Indian sociologist (born 1933)

Triloki Nath Madan (born 12 August 1933, in Kashmir, India) is an anthropologist, with a Ph.D from the Australian National University (1960). He is currently Professor Emeritus of Sociology at the Institute of Economic Growth, Delhi University, and Distinguished Senior Fellow (Adjunct), Centre for the Study of Developing Societies, Delhi.
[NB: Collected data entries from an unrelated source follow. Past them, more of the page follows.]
/* SPDX-License-Identifier: GPL-3.0-or-later */
/* unit.h: the tiny runner of a unit test program, over CUnit.
 *
 * A program lists its tests and hands them to unit_main, which prints one line a test:
 * `ok - ROOM: TEST`, `not ok - ROOM: TEST` followed by the failed assertions, or
 * `skip - ROOM: TEST # reason`. tests/run counts these lines; a crash is counted there.
 */
#ifndef TERRACE_TEST_UNIT_H
#define TERRACE_TEST_UNIT_H

#include <CUnit/CUnit.h>
#include <stdbool.h>

struct unit_test {
    const char *name; /* unique in the program */
    void (*run)(void);
};
/* Ends the list of tests. */
#define UNIT_END   \
    {              \
        NULL, NULL \
    }

/* Calls base_init, runs every test in order; returns the program's exit status: 0 or 1. Text
 * in UNIT_ONLY (environment) runs only the tests whose names contain it. */
int unit_main(const char *room, const struct unit_test *tests);

/* Marks the running test as skipped; the test returns right after. A failed assertion before it
 * still counts. */
void unit_skip(const char *reason);

/* Whether FAST=1 asks for fewer draws (never for fewer tests). */
bool unit_fast(void);

#endif
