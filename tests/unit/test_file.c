/* SPDX-License-Identifier: GPL-3.0-or-later */
/* test_file.c: result directories, whole or not at all: every step fails once, with and without an
 * older result in place; modes, the lock, what is read. */
#include "base/file.h"

#include <dirent.h>
#include <errno.h>
#include <fcntl.h>
#include <signal.h>
#include <stdio.h>
#include <stdlib.h>
#include <string.h>
#include <sys/stat.h>
#include <sys/wait.h>
#include <unistd.h>

#include "base/base.h"
#include "base/mem.h"
#include "unit.h"

enum { STEPS = 30 };

static const char *const owned[] = {"main.json", "page.html", "draws.csv", NULL};

/* --- a directory of our own --- */

static void make_directory(char path[64])
{
    snprintf(path, 64, "/tmp/terrace-file-XXXXXX");
    CU_ASSERT_PTR_NOT_NULL_FATAL(mkdtemp(path));
}

static void path_of(char out[128], const char *directory, const char *name)
{
    snprintf(out, 128, "%s/%s", directory, name);
}

static void put(const char *directory, const char *name, const char *words, mode_t mode)
{
    char path[128];
    path_of(path, directory, name);
    const int fd = open(path, O_WRONLY | O_CREAT | O_TRUNC, mode);
    CU_ASSERT_FATAL(fd >= 0);
    CU_ASSERT_EQUAL(write(fd, words, strlen(words)), (ssize_t)strlen(words));
    close(fd);
}

static bool holds(const char *directory, const char *name, const char *words)
{
    struct text bytes = TEXT_INIT;
    struct err e = ERR_INIT;
    char path[128];
    path_of(path, directory, name);
    const bool same =
        file_read(path, &bytes, &e) == STATUS_OK && strcmp(text_s(&bytes), words) == 0;
    text_release(&bytes);
    err_release(&e);
    return same;
}

static bool present(const char *directory, const char *name)
{
    char path[128];
    path_of(path, directory, name);
    return access(path, F_OK) == 0;
}

static mode_t mode_of(const char *directory, const char *name)
{
    struct stat about = {0};
    char path[128];
    path_of(path, directory, name);
    CU_ASSERT_EQUAL(stat(path, &about), 0);
    return about.st_mode & 0777;
}

/* Temporary files and locks start with a dot. */
static size_t hidden_files(const char *path)
{
    size_t count = 0;
    DIR *d = opendir(path);
    CU_ASSERT_PTR_NOT_NULL_FATAL(d);
    for (const struct dirent *x = readdir(d); x != NULL; x = readdir(d))
        count += x->d_name[0] == '.' && strcmp(x->d_name, ".") != 0 && strcmp(x->d_name, "..") != 0;
    closedir(d);
    return count;
}

static void remove_directory(const char *path)
{
    char name[128];
    for (size_t i = 0; owned[i] != NULL; i++) {
        path_of(name, path, owned[i]);
        unlink(name);
    }
    path_of(name, path, "notes.txt");
    unlink(name);
    CU_ASSERT_EQUAL(rmdir(path), 0);
}

/* page.html and main.json; an older draws.csv is the command's too, but not of this run */
static enum status write_results(const char *path, const char *words, bool force, bool is_private,
                                 struct err *e)
{
    struct outdir *d;
    struct text bytes = TEXT_INIT;
    text_add(&bytes, words);
    enum status status = outdir_open(&d, path, "main.json", owned, force, is_private, e);
    if (status == STATUS_OK)
        status = outdir_add(d, "main.json", &bytes, e);
    if (status == STATUS_OK)
        status = outdir_add(d, "page.html", &bytes, e);
    if (status == STATUS_OK)
        status = outdir_commit(d, e);
    outdir_free(d);
    text_release(&bytes);
    return status;
}

static void results(const char *path, const char *words, bool force, bool is_private,
                    enum status want)
{
    struct err e = ERR_INIT;
    CU_ASSERT_EQUAL(write_results(path, words, force, is_private, &e), want);
    CU_ASSERT_EQUAL(hidden_files(path), 0);
    err_release(&e);
}

/* --- tests --- */

static void force_and_modes(void)
{
    char path[64];
    const mode_t before = umask(022);
    make_directory(path);
    put(path, "notes.txt", "mine", 0644);
    put(path, "draws.csv", "older", 0644);
    results(path, "one", false, true, STATUS_OK);
    CU_ASSERT_EQUAL(mode_of(path, "main.json"), 0600);
    CU_ASSERT_EQUAL(mode_of(path, "page.html"), 0600);
    CU_ASSERT_FALSE(present(path, "draws.csv")); /* else it would seem to belong to "one" */
    results(path, "two", false, true, STATUS_INPUT);
    CU_ASSERT(holds(path, "main.json", "one") && holds(path, "page.html", "one"));
    results(path, "two", true, false, STATUS_OK);
    CU_ASSERT(holds(path, "main.json", "two") && holds(path, "page.html", "two"));
    CU_ASSERT_EQUAL(mode_of(path, "main.json"), 0644);
    CU_ASSERT(holds(path, "notes.txt", "mine")); /* what is not the command's stays */
    remove_directory(path);
    umask(before);
}

/* what a killed run left behind: readable by all, or a link that leads elsewhere */
static void leftover_of_a_killed_run(void)
{
    char path[64], link[128], notes[128];
    make_directory(path);
    put(path, ".terrace-new.main.json", "left behind by a killed run", 0644);
    put(path, "notes.txt", "mine", 0644);
    path_of(link, path, ".terrace-new.page.html");
    path_of(notes, path, "notes.txt");
    CU_ASSERT_EQUAL(symlink(notes, link), 0);
    results(path, "one", false, true, STATUS_OK);
    CU_ASSERT_EQUAL(mode_of(path, "main.json"), 0600);
    CU_ASSERT(holds(path, "main.json", "one") && holds(path, "page.html", "one"));
    CU_ASSERT(holds(path, "notes.txt", "mine"));
    remove_directory(path);
}

/* Step n fails; the number of steps a whole run takes is returned by the caller's count. */
static bool fails_at(unsigned long n, bool older)
{
    char path[64];
    struct err e = ERR_INIT;
    make_directory(path);
    if (older) {
        put(path, "main.json", "old", 0600);
        put(path, "page.html", "old", 0600);
        put(path, "draws.csv", "old", 0600);
    }
    file_fail_at(n, ENOSPC);
    const enum status status = write_results(path, "new", older, true, &e);
    file_fail_at(0, 0);
    CU_ASSERT_EQUAL(hidden_files(path), 0);
    if (status == STATUS_OK) {
        CU_ASSERT(holds(path, "main.json", "new") && holds(path, "page.html", "new"));
    } else {
        CU_ASSERT_EQUAL(status, STATUS_SYSTEM);
        CU_ASSERT_EQUAL(e.count, 1);
        CU_ASSERT_PTR_NOT_NULL(strstr(e.faults[0].message, strerror(ENOSPC)));
        CU_ASSERT_FALSE(holds(path, "main.json", "new"));
        CU_ASSERT_FALSE(holds(path, "page.html", "new"));
        for (size_t i = 0; owned[i] != NULL; i++)
            CU_ASSERT(older ? holds(path, owned[i], "old") : !present(path, owned[i]));
    }
    remove_directory(path);
    err_release(&e);
    return status != STATUS_OK;
}

/* two writes, two fsyncs, the start of the commit, three older files put aside, two renames, the
 * directory's fsync */
static void every_step_fails_once(void)
{
    for (int older = 0; older <= 1; older++) {
        unsigned long failed = 0;
        for (unsigned long n = 1; n <= STEPS; n++)
            failed += fails_at(n, older != 0);
        CU_ASSERT_EQUAL(failed, 11);
    }
}

static void abandoned(void)
{
    char path[64], inner[128], slash[128];
    const char *const names[] = {inner, slash};
    struct err e = ERR_INIT;
    make_directory(path);
    path_of(inner, path, "made");
    path_of(slash, path, "made/inner//");
    for (size_t i = 0; i < COUNT_OF(names); i++) {
        struct outdir *d = NULL;
        struct text bytes = TEXT_INIT;
        text_add(&bytes, "words");
        CU_ASSERT_EQUAL_FATAL(outdir_open(&d, names[i], "main.json", owned, false, true, &e),
                              STATUS_OK);
        CU_ASSERT_EQUAL(outdir_add(d, "page.html", &bytes, &e), STATUS_OK);
        outdir_free(d);
        CU_ASSERT_FALSE(present(path, "made"));
        text_release(&bytes);
    }
    outdir_free(NULL);
    remove_directory(path);
    err_release(&e);
}

/* The exit status of a child that runs `run`. */
static int status_of_child(int (*run)(const char *path), const char *path)
{
    int status = -1;
    fflush(stdout);
    const pid_t child = fork();
    if (child == 0)
        _exit(run(path));
    waitpid(child, &status, 0);
    return WIFEXITED(status) ? WEXITSTATUS(status) : -1;
}

/* 0: refused as the second writer */
static int write_second(const char *path)
{
    struct err e = ERR_INIT;
    const enum status got = write_results(path, "two", true, true, &e);
    const bool told = e.count == 1 && strstr(e.faults[0].message, "another run") != NULL;
    return got == STATUS_INPUT && told ? 0 : 1;
}

/* A child of ours is the second writer: the lock belongs to a process. */
static void second_writer(void)
{
    char path[64];
    struct err e = ERR_INIT;
    struct outdir *d = NULL;
    make_directory(path);
    CU_ASSERT_EQUAL_FATAL(outdir_open(&d, path, "main.json", owned, false, true, &e), STATUS_OK);
    CU_ASSERT_EQUAL(hidden_files(path), 0); /* nothing is made before there is a result */
    CU_ASSERT_EQUAL_FATAL(outdir_claim(d, &e), STATUS_OK);
    CU_ASSERT_EQUAL(status_of_child(write_second, path), 0);
    CU_ASSERT(present(path, ".terrace.lock")); /* still ours */
    outdir_free(d);
    results(path, "one", false, true, STATUS_OK);
    remove_directory(path);
    err_release(&e);
}

/* A result that appears while another run computes is not replaced without force. */
static void finished_meanwhile(void)
{
    char path[64];
    struct err e = ERR_INIT;
    struct outdir *d = NULL;
    make_directory(path);
    CU_ASSERT_EQUAL_FATAL(outdir_open(&d, path, "main.json", owned, false, true, &e), STATUS_OK);
    results(path, "one", false, true, STATUS_OK);
    CU_ASSERT_EQUAL(outdir_claim(d, &e), STATUS_INPUT);
    outdir_free(d);
    CU_ASSERT(holds(path, "main.json", "one"));
    CU_ASSERT_EQUAL(hidden_files(path), 0);
    remove_directory(path);
    err_release(&e);
}

/* Claims the directory often; how often another held it at the same time. */
static int claim_often(const char *path)
{
    int wrong = 0;
    char held[128];
    path_of(held, path, "held");
    for (int i = 0; i < 20000; i++) {
        struct err e = ERR_INIT;
        struct outdir *d = NULL;
        if (outdir_open(&d, path, "main.json", owned, true, true, &e) == STATUS_OK &&
            outdir_claim(d, &e) == STATUS_OK) {
            const int fd = open(held, O_WRONLY | O_CREAT | O_EXCL, 0600);
            wrong += fd < 0;
            close(fd);
            unlink(held);
        }
        outdir_free(d);
        err_release(&e);
    }
    return wrong > 100 ? 100 : wrong;
}

/* The lock is removed by the one who holds it while others have it open. */
static void many_writers(void)
{
    char path[64];
    pid_t child[4];
    make_directory(path);
    fflush(stdout);
    for (size_t i = 0; i < COUNT_OF(child); i++)
        if ((child[i] = fork()) == 0)
            _exit(claim_often(path));
    for (size_t i = 0; i < COUNT_OF(child); i++) {
        int status = -1;
        waitpid(child[i], &status, 0);
        CU_ASSERT(WIFEXITED(status) && WEXITSTATUS(status) == 0);
    }
    CU_ASSERT_EQUAL(hidden_files(path), 0);
    remove_directory(path);
}

/* A commit was killed after the older result was put aside and one new file moved. */
static void killed_in_the_commit(void)
{
    char path[64];
    make_directory(path);
    put(path, ".terrace-old.main.json", "old", 0600);
    put(path, ".terrace-old.page.html", "old", 0600);
    put(path, "page.html", "new", 0600);
    put(path, "draws.csv", "new", 0600);
    results(path, "two", false, true, STATUS_INPUT); /* finds the older result, whole again */
    CU_ASSERT(holds(path, "main.json", "old") && holds(path, "page.html", "old"));
    CU_ASSERT_FALSE(present(path, "draws.csv"));
    put(path, ".terrace-old.page.html", "older", 0600); /* and after the main file was in place */
    results(path, "two", true, true, STATUS_OK);
    CU_ASSERT(holds(path, "main.json", "two") && holds(path, "page.html", "two"));
    remove_directory(path);
}

/* A signal that comes while files stand half-written ends the process once they are gone. */
static int told_to_end_while_writing(const char *path)
{
    struct err e = ERR_INIT;
    struct outdir *d = NULL;
    struct text bytes = TEXT_INIT;
    base_watch_signals();
    text_add(&bytes, "words");
    outdir_open(&d, path, "main.json", owned, true, true, &e);
    outdir_add(d, "main.json", &bytes, &e);
    raise(SIGTERM);
    if (base_signal_caught() != SIGTERM || outdir_commit(d, &e) == STATUS_OK)
        return 1;
    outdir_free(d);
    return 2; /* not reached */
}

static int told_to_end_early(const char *path)
{
    struct err e = ERR_INIT;
    struct outdir *d = NULL;
    base_watch_signals();
    outdir_open(&d, path, "main.json", owned, true, true, &e);
    raise(SIGINT);
    return 2; /* not reached */
}

static void ended_by_a_signal(void)
{
    char path[64], made[128];
    make_directory(path);
    results(path, "old", false, true, STATUS_OK);
    path_of(made, path, "made");
    CU_ASSERT_EQUAL(status_of_child(told_to_end_while_writing, path), 128 + SIGTERM);
    CU_ASSERT_EQUAL(status_of_child(told_to_end_early, path), 128 + SIGINT);
    CU_ASSERT_EQUAL(status_of_child(told_to_end_while_writing, made), 128 + SIGTERM);
    CU_ASSERT_EQUAL(status_of_child(told_to_end_early, made), 128 + SIGINT);
    CU_ASSERT_FALSE(present(path, "made"));
    CU_ASSERT_EQUAL(hidden_files(path), 0);
    CU_ASSERT(holds(path, "main.json", "old") && holds(path, "page.html", "old"));
    remove_directory(path);
}

static void impossible_directories(void)
{
    static const char *const impossible[] = {"", "/dev/null", "/dev/null/below",
                                             "/proc/terrace-nowhere"};
    for (size_t i = 0; i < COUNT_OF(impossible); i++) {
        struct err e = ERR_INIT;
        CU_ASSERT(write_results(impossible[i], "words", true, true, &e) != STATUS_OK);
        CU_ASSERT_EQUAL(e.count, 1);
        err_release(&e);
    }
}

static void reading(void)
{
    char path[64], big[128];
    struct text bytes = TEXT_INIT, words = TEXT_INIT;
    struct err e = ERR_INIT;
    make_directory(path);
    path_of(big, path, "notes.txt");
    for (int i = 0; i < 20000; i++)
        text_addf(&words, "%09d\n", i);
    put(path, "notes.txt", text_s(&words), 0600);
    CU_ASSERT_EQUAL(file_read(big, &bytes, &e), STATUS_OK); /* more than one block */
    CU_ASSERT_STRING_EQUAL(text_s(&bytes), text_s(&words));
    CU_ASSERT_EQUAL(e.count, 0);
    CU_ASSERT_EQUAL(file_read(path, &bytes, &e), STATUS_INPUT);
    CU_ASSERT_EQUAL(file_read("/dev/null", &bytes, &e), STATUS_INPUT);
    path_of(big, path, "nothing.csv");
    CU_ASSERT_EQUAL(file_read(big, &bytes, &e), STATUS_INPUT);
    path_of(big, path, "notes.txt/below");
    CU_ASSERT_EQUAL(file_read(big, &bytes, &e), STATUS_INPUT);
    CU_ASSERT_EQUAL(e.count, 4);
    text_release(&bytes);
    text_release(&words);
    remove_directory(path);
    err_release(&e);
}

static void stems(void)
{
    static const char *const pairs[][2] = {{"a/b.json", "b"},        {"b", "b"},
                                           {"a.d/b", "b"},           {"a/b.c.json", "b.c"},
                                           {"a/.hidden", ".hidden"}, {"a/", ""}};
    for (size_t i = 0; i < COUNT_OF(pairs); i++) {
        char *stem = file_stem(pairs[i][0]);
        CU_ASSERT_STRING_EQUAL(stem, pairs[i][1]);
        mem_free(stem);
    }
}

static const struct unit_test tests[] = {
    {"force, modes, and what is not ours", force_and_modes},
    {"leftovers of a killed run", leftover_of_a_killed_run},
    {"every step fails once", every_step_fails_once},
    {"abandoned results", abandoned},
    {"a second writer", second_writer},
    {"a result that appears meanwhile", finished_meanwhile},
    {"one writer at a time", many_writers},
    {"a commit that was killed", killed_in_the_commit},
    {"ended by a signal", ended_by_a_signal},
    {"impossible directories", impossible_directories},
    {"reading", reading},
    {"stems of names", stems},
    UNIT_END,
};

int main(void)
{
    return unit_main("file", tests);
}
Of the teaching positions he held earlier, those at Lucknow and Dharwar lasted longest. He taught for short periods at several universities in India and abroad.

Haksar was born on August 12, 1933 into a Kashmiri Pandit family in the Downtown neighborhood of Srinagar, in the Kashmir Valley of the erstwhile princely state of Jammu and Kashmir, within British India.

He was elected a Fellow of the Royal Anthropological Institute of Great Britain and Ireland in 1989. In 1994, he was made Docteur Honoris Causa by the University of Paris X (Nanterre). In 1995, he occupied the Sarvepalli Radhakrishnan Chair in Humanities and Social Sciences at the University of Hyderabad.

He has held visiting appointments at a number of universities including Harvard where he was Visiting Professor of Anthropology and of the History of Religion in 1984-85. The Indian Sociological Society gave him the Lifetime Achievement Award in 2008.

His most noted work is Family and Kinship among the Pandits of Rural Kashmir (1966, 1989) which presented an account of the social life of Kashmiri Pandits. His more recent publications include,"Modern Myths, Locked Minds: Secularism and Fundamentalism in India" (1997, 2009), "Images of the World: Essays on Religion, Secularism, and Culture" (2005), and "Sociological Traditions: Methods and Perspectives in the Sociology of India" (2011).

He was presented with a Festschrift titled Tradition, Pluralism and Identity: In Honour of T.N. Madan, edited by Veena Das, Dipankar Gupta and Patricia Uberoi. Currently he lives in Delhi.

He was married to Uma Chaturvedi, a non-Kashmiri. She died in December 2013. They have two children.